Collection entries

......

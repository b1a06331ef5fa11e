package metric

import (
	"encoding/json"
	"math"
	"os"
	"testing"
)

// golden is what testdata/golden.py writes: figures by scikit-learn.
type golden struct {
	Cases []struct {
		Name              string
		Wrong             []bool
		P                 []float64
		AveragePrecision  float64 `json:"average_precision"`
		ECE               float64
		Precision, Recall float64
	}
	Flips struct {
		Truth, Observed []int32
		Rates           [][]float64
	}
}

func readGolden(t *testing.T) golden {
	t.Helper()
	text, err := os.ReadFile("testdata/golden.json")
	if err != nil {
		t.Fatal(err)
	}
	var g golden
	if err := json.Unmarshal(text, &g); err != nil {
		t.Fatal(err)
	}
	if len(g.Cases) < 4 {
		t.Fatalf("%d cases in golden.json, want at least 4", len(g.Cases))
	}
	return g
}

func near(t *testing.T, what string, got, want float64) {
	t.Helper()
	if math.Abs(got-want) > 1e-12 || math.IsNaN(got) != math.IsNaN(want) {
		t.Errorf("%s = %v, want %v", what, got, want)
	}
}

func TestFiguresAgreeWithScikitLearn(t *testing.T) {
	g := readGolden(t)
	for _, c := range g.Cases {
		t.Run(c.Name, func(t *testing.T) {
			near(t, "average precision", AveragePrecision(c.Wrong, c.P), c.AveragePrecision)
			cal := Calibrate(c.Wrong, c.P)
			near(t, "calibration error", cal.Error(), c.ECE)
			cut := CutAt(c.Wrong, c.P, 0.5)
			near(t, "precision", cut.Precision(), c.Precision)
			near(t, "recall", cut.Recall(), c.Recall)
		})
	}
	rates := FlipRates(g.Flips.Truth, g.Flips.Observed, 4)
	largest, mean := MatrixError(rates, g.Flips.Rates)
	near(t, "largest difference of flip rates", largest, 0)
	near(t, "mean difference of flip rates", mean, 0)
}

// By hand: scores .9 (wrong), .5 .5 (one wrong), .1 (right), not judged (wrong, ranks last with score 0).
// Precision after each score: 1/1, 2/3, 2/4, 3/5; recall steps 1/3, 1/3, 0, 1/3.
func TestAveragePrecisionByHand(t *testing.T) {
	wrong := []bool{true, true, false, false, true}
	p := []float64{0.9, 0.5, 0.5, 0.1, math.NaN()}
	near(t, "average precision", AveragePrecision(wrong, p), (1+2.0/3+3.0/5)/3)
	near(t, "average precision without a wrong label", AveragePrecision([]bool{false}, []float64{1}), math.NaN())
}

// By hand: bin 0 holds .05 and .0 (none wrong), bin 9 holds 1 and .9 (one wrong), and a NaN counts nowhere.
func TestCalibrationByHand(t *testing.T) {
	c := Calibrate([]bool{false, false, true}, []float64{0.05, 0, 1})
	c.Merge(Calibrate([]bool{false, true}, []float64{0.9, math.NaN()}))
	if c.Rows() != 4 {
		t.Fatalf("Rows = %d, want 4", c.Rows())
	}
	near(t, "calibration error", c.Error(), 0.5*0.025+0.5*(0.95-0.5))
	rows, mean, share := c.Bin(9)
	if rows != 2 {
		t.Errorf("Bin(9) has %d rows, want 2", rows)
	}
	near(t, "mean score of bin 9", mean, 0.95)
	near(t, "share wrong of bin 9", share, 0.5)
	var empty Calibration
	near(t, "calibration error of nothing", empty.Error(), math.NaN())
}

func TestCutLeavesOutWhatWasNotJudged(t *testing.T) {
	c := CutAt([]bool{true, false, true, true}, []float64{0.95, 0.97, math.NaN(), 0.2}, 0.95)
	if want := (Cut{Rows: 4, Wrong: 3, Caught: 2, Hits: 1}); c != want {
		t.Errorf("got %+v, want %+v", c, want)
	}
	near(t, "share", c.Share(), 0.5)
	none := CutAt([]bool{true}, []float64{1}, 1.5)
	near(t, "precision of nothing", none.Precision(), math.NaN())
	c.Add(none)
	if c.Rows != 5 || c.Wrong != 4 || c.Caught != 2 {
		t.Errorf("after Add: %+v", c)
	}
}

func TestFlipRatesOfAnAbsentClassAreLeftOut(t *testing.T) {
	rates := FlipRates([]int32{0, 0, 1, -1}, []int32{0, 1, 1, 0}, 3)
	near(t, "rate 0 to 1", rates[0][1], 0.5)
	near(t, "rate of the absent class", rates[2][0], math.NaN())
	largest, mean := MatrixError(rates, [][]float64{{0.7, 0.3, 0}, {0, 1, 0}, {0, 0, 1}})
	near(t, "largest", largest, 0.2)
	near(t, "mean", mean, 0.4/6)
}
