package chain

import (
	"math"
	"math/rand/v2"
)

// descend alternates renewals of the flags with epochs at one q and goes back to the best point it met, its own start
// included; J along a path whose q rises therefore never rises.
func (s *Scratch) descend(st Stage, rng *rand.Rand) (status Status) {
	s.remember(s.measure(st.Q))
	return s.cycle(st, st.Rounds*s.hold, rng)
}

// cycle is descend, for so many epochs, from a point already measured and with a best point already remembered.
func (s *Scratch) cycle(st Stage, epochs int, rng *rand.Rand) (status Status) {
	const patience = 6 // J may rise for some rounds after many rows are dropped, before it falls below where it was
	gain := st.Tolerance * 1e-3
	still := 0 // rounds in a row that gained next to nothing: a few flags may flicker for ever
	for e := 0; e < epochs && status != Converged; {
		changed := s.renew(st.Q)
		worst, used := s.ascend(min(s.hold, epochs-e), st.Tolerance, rng)
		e += used
		before := s.best.j
		s.consider(s.measure(st.Q))
		if still++; s.best.j < before*(1-gain) {
			still = 0
		}
		if still == patience || changed == 0 && worst <= st.Tolerance && s.steady(st.Q) {
			status = Converged
		}
	}
	s.stray = s.at != s.best.at
	s.recall()
	return status
}

// settle goes down from the best point where that is not the last one: a run may pass a point lower than the bottom it
// comes to rest in. With flags as the best point's margins ask and the weights solved out each time, J can only fall.
func (s *Scratch) settle(st Stage, rng *rand.Rand) (status Status) {
	const rounds, epochs = 50, 20 // epochs in units of hold
	for range rounds {
		before := s.best.j
		s.measure(st.Q)
		changed := s.renew(st.Q)
		worst, _ := s.ascendFrom(st.Q, epochs*s.hold, st.Tolerance, rng)
		if changed == 0 && worst <= st.Tolerance {
			s.recall()
			return Converged
		}
		if s.best.j >= before {
			break // less than the weights were solved out to
		}
	}
	s.recall()
	return Limit
}

// descendOut is descend and, if it ends elsewhere than at its last point, settle.
func (s *Scratch) descendOut(st Stage, rng *rand.Rand) (status Status) {
	s.remember(s.measure(st.Q))
	return s.cycleOut(st, st.Rounds*s.hold, rng)
}

// cycleOut is cycle and, if it ends elsewhere than at its last point, settle.
func (s *Scratch) cycleOut(st Stage, epochs int, rng *rand.Rand) (status Status) {
	status = s.cycle(st, epochs, rng)
	if s.stray {
		status = s.settle(st, rng)
	}
	return status
}

// ascend makes up to n epochs with the flags held, fewer when no projected gradient is above tol any more.
func (s *Scratch) ascend(n int, tol float64, rng *rand.Rand) (worst float64, used int) {
	s.enlist()
	for used < n {
		worst = s.epoch(rng)
		used++
		if worst <= tol {
			break
		}
	}
	return worst, used
}

// ascendFrom is ascend after flags were set by other margins than those at the present w, or rows dropped: margins are
// measured before, so that every row that ought to is visited, and after, so that the point is considered.
func (s *Scratch) ascendFrom(q float64, n int, tol float64, rng *rand.Rand) (worst float64, used int) {
	s.measure(q)
	worst, used = s.ascend(n, tol, rng)
	s.consider(s.measure(q))
	return worst, used
}

// steady tells whether the margins of the last measure ask for the flags as they are.
func (s *Scratch) steady(q float64) bool {
	for i, m := range s.margin {
		if s.keep[i] != (m > q) {
			return false
		}
	}
	return true
}

// Descend is plain block coordinate descent at one q: the convex problem solved out, then flags and weights by turns,
// the weights solved out each time, until the flags stand still. It is what the other runs are measured against.
func Descend(p *Problem, q float64, rng *rand.Rand, s *Scratch) State {
	const epochs, rounds, tolerance = 300, 200, 1e-3
	s.load(p, rng)
	s.measure(math.Inf(-1))
	s.ascend(epochs, tolerance, rng)
	s.remember(s.measure(q))
	status := Limit
	for range rounds {
		if s.renew(q) == 0 {
			status = Converged
			break
		}
		s.ascend(epochs, tolerance, rng)
		s.consider(s.measure(q))
	}
	return s.end(q, status)
}
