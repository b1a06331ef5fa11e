package chain

import "math/rand/v2"

// The names of the kinds of run.
const (
	NameWarm      = "warm"
	NameGraduated = "graduated"
	NameDescent   = "descent"
	NameAnnealed  = "annealed"
	NameShaken    = "shaken"
)

// PortfolioOptions says which runs a portfolio makes. DefaultPortfolio gives all of it.
type PortfolioOptions struct {
	WarmEpochs int           // epochs of the warm run, if there is a start
	Cold       bool          // make the cold runs, graduated and plain descent, even if there is a start
	Anneal     AnnealOptions // from the best of the runs before it; Sweeps 0: none
	Hops       int           // of the shaken run, from the best of the runs before it; 0: none
	Hysteresis float64       // share of J by which another run must beat the warm one
}

// DefaultPortfolio is the full portfolio for a problem of so many rows. Small problems have the rougher objectives and
// the cheaper epochs, so they get more hops.
func DefaultPortfolio(rows int) PortfolioOptions {
	return PortfolioOptions{WarmEpochs: 5, Cold: true, Anneal: DefaultAnneal(),
		Hops: min(60, max(4, 60_000/max(1, rows))), Hysteresis: 1e-3}
}

// Run is one member of a portfolio.
type Run struct {
	Name  string
	State State
}

// Portfolio makes several runs for one q and returns them in the order made, with the index of the one to use. from is
// the running state by the rows of p (see Carry), nil for a cold start. The annealed and the shaken run begin at the
// best before them and end no higher; of runs as deep as each other to a millionth the first counts as the winner.
func Portfolio(p *Problem, q float64, from *State, opt PortfolioOptions, rng *rand.Rand, s *Scratch) (runs []Run, best int) {
	const same = 1e-6
	running := -1
	add := func(name string, st State) {
		runs = append(runs, Run{name, st})
		b := &runs[best].State
		if k := len(runs) - 1; k > 0 && Less(&st, b) && (st.Collapsed != b.Collapsed || st.J < b.J*(1-same)) {
			best = k
		}
	}
	if from != nil {
		running = 0
		add(NameWarm, Warm(p, q, from, opt.WarmEpochs, rng, s))
	}
	if from == nil || opt.Cold {
		add(NameGraduated, Graduated(p, nil, []float64{q}, rng, s)[0])
		add(NameDescent, Descend(p, q, rng, s))
	}
	if opt.Anneal.Sweeps > 0 {
		add(NameAnnealed, Annealed(p, q, &runs[best].State, opt.Anneal, rng, s))
	}
	if opt.Hops > 0 {
		add(NameShaken, Shaken(p, q, &runs[best].State, opt.Hops, rng, s))
	}
	if running >= 0 && best != running && holds(&runs[running].State, &runs[best].State, opt.Hysteresis) {
		best = running
	}
	return runs, best
}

......

* AIM OF THE TASK
The number alone is wanted: how many lines of the records above include the string "Observed".

* RESPONSE BOX
2